12. 12. Infrastructure element as claimed in any preceding claim, wherein the paved region comprises tarmacadam, paving slabs, pavers, paving stones, thermoplastic paving, asphalt, composite paving materials, gravel or concrete.
13. 13. Infrastructure element as claimed in any of claims 1 to 11, wherein the modular edging segment forms part of the kerbing of a verge.
14. 14. Infrastructure element as claimed in any preceding claim, wherein the modular edging segment is provided with a tactile and/or visual marker.
15. 15. Method of installing an infrastructure element as claimed in any of claims 1 to 14 in a distributed electric vehicle charging system, comprising: selecting a road location for the installation of a distributed electric vehicle charging system; cutting a channel parallel to the edge of the vehicle surface of the road in the region abutting the edge of the of the edging segments; installing a series of spaced apart infrastructure elements between the channel and the edge of the road in a position where a charging module will be located, the hollow cabling conduits being aligned with the channel; installing edging segments between the infrastructure elements such that the infrastructure elements and edging segments form a boundary between the channel and the edge of the vehicle surface; installing cabling within the channel, the cabling having a junction at each hollow cabling conduit; and covering the channel.
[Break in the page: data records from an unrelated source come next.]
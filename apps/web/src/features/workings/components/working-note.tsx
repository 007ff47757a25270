import { zodResolver } from '@hookform/resolvers/zod';
import { Button, Flex, Text } from '@radix-ui/themes';
import { updateWorkingSchema, type WorkingView } from '@skyledger/contracts';
import { useState } from 'react';
import { useForm } from 'react-hook-form';
import { z } from 'zod';
import { FormError } from '@/components/ui/form-error';
import type { ShowNotice } from '@/components/ui/toaster';
import { TextAreaField } from '@/components/ui/text-area-field';
import { changeErrorMessage } from '@/lib/api-error-messages';
import { useUpdateWorkingNote } from '../api/update-working-note';
import { staleWorkingMessage } from './working-messages';

const noteFormSchema = z.object({ note: updateWorkingSchema.shape.note.unwrap() });
type NoteForm = z.input<typeof noteFormSchema>;

interface WorkingNoteProps {
  claimId: string;
  working: WorkingView;
  mayEdit: boolean;
  onNotice: ShowNotice;
}

/** The editor's note on a working; the only part of it that changes after it is saved. */
export function WorkingNote({ claimId, working, mayEdit, onNotice }: WorkingNoteProps) {
  const [editing, setEditing] = useState(false);
  const update = useUpdateWorkingNote(claimId);
  const {
    register,
    handleSubmit,
    reset,
    setError,
    formState: { errors, isSubmitting },
  } = useForm<NoteForm>({
    resolver: zodResolver(noteFormSchema),
    defaultValues: { note: working.note ?? '' },
  });

  const onSubmit = handleSubmit(({ note }) =>
    update
      // The version read last: after a 409 the reloaded working carries the stored one.
      .mutateAsync({ workingId: working.id, note: note.trim(), version: working.version })
      .then(
        (saved) => {
          reset({ note: saved.note ?? '' });
          setEditing(false);
          onNotice({ tone: 'success', text: 'The note is saved.' });
        },
        (error: unknown) =>
          setError('root.server', {
            type: 'server',
            message: changeErrorMessage(error, staleWorkingMessage),
          }),
      ),
  );

  if (editing) {
    return (
      <form onSubmit={onSubmit} noValidate aria-label="Edit the note">
        <Flex direction="column" gap="3">
          <FormError message={errors.root?.server?.message} />
          <TextAreaField
            label="Note"
            rows={3}
            hint="What this working shows for the claim, in a sentence or two."
            error={errors.note?.message}
            {...register('note')}
          />
          <Flex gap="3" wrap="wrap">
            <Button type="submit" size="2" highContrast loading={isSubmitting}>
              Save the note
            </Button>
            <Button
              type="button"
              size="2"
              variant="soft"
              color="gray"
              highContrast
              onClick={() => {
                reset({ note: working.note ?? '' });
                setEditing(false);
              }}
            >
              Cancel
            </Button>
          </Flex>
        </Flex>
      </form>
    );
  }
  return (
    <Flex direction="column" gap="2" align="start">
      {working.note ? (
        <Text as="p" className="sl-prose sl-pre-line">
          {working.note}
        </Text>
      ) : (
        <Text color="gray">No note.</Text>
      )}
      {mayEdit ? (
        <Button
          size="1"
          variant="soft"
          color="gray"
          highContrast
          onClick={() => {
            reset({ note: working.note ?? '' });
            setEditing(true);
          }}
        >
          {working.note ? 'Edit the note' : 'Add a note'}
        </Button>
      ) : null}
    </Flex>
  );
}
16. 16. Method as claimed in claim 15, wherein prior to the step of installing the series of spaced apart infrastructure elements, the method further comprises: Removing any edging present at the edge of the road.
17. 17. Method as claimed in claim 15 or 16, wherein prior to the step of installing the series of spaced apart infrastructure elements, the method further comprises: Installing a cabling conduit in the channel.
18. 18. Method as claimed in claim 15, 16 or 17 wherein the cutting of the channel is performed using a rotating cutter.
19. 19. Method as claimed in claim 18, wherein the rotating cutter is remotely operated and tracks the its position relative to the edge of the road.
20. 20. Method as claimed in claim 18, wherein the cutting of the channel is performed using a circular saw, and the circular saw is remotely operated and tracks the its position relative to any existing edging present at the edge of the road.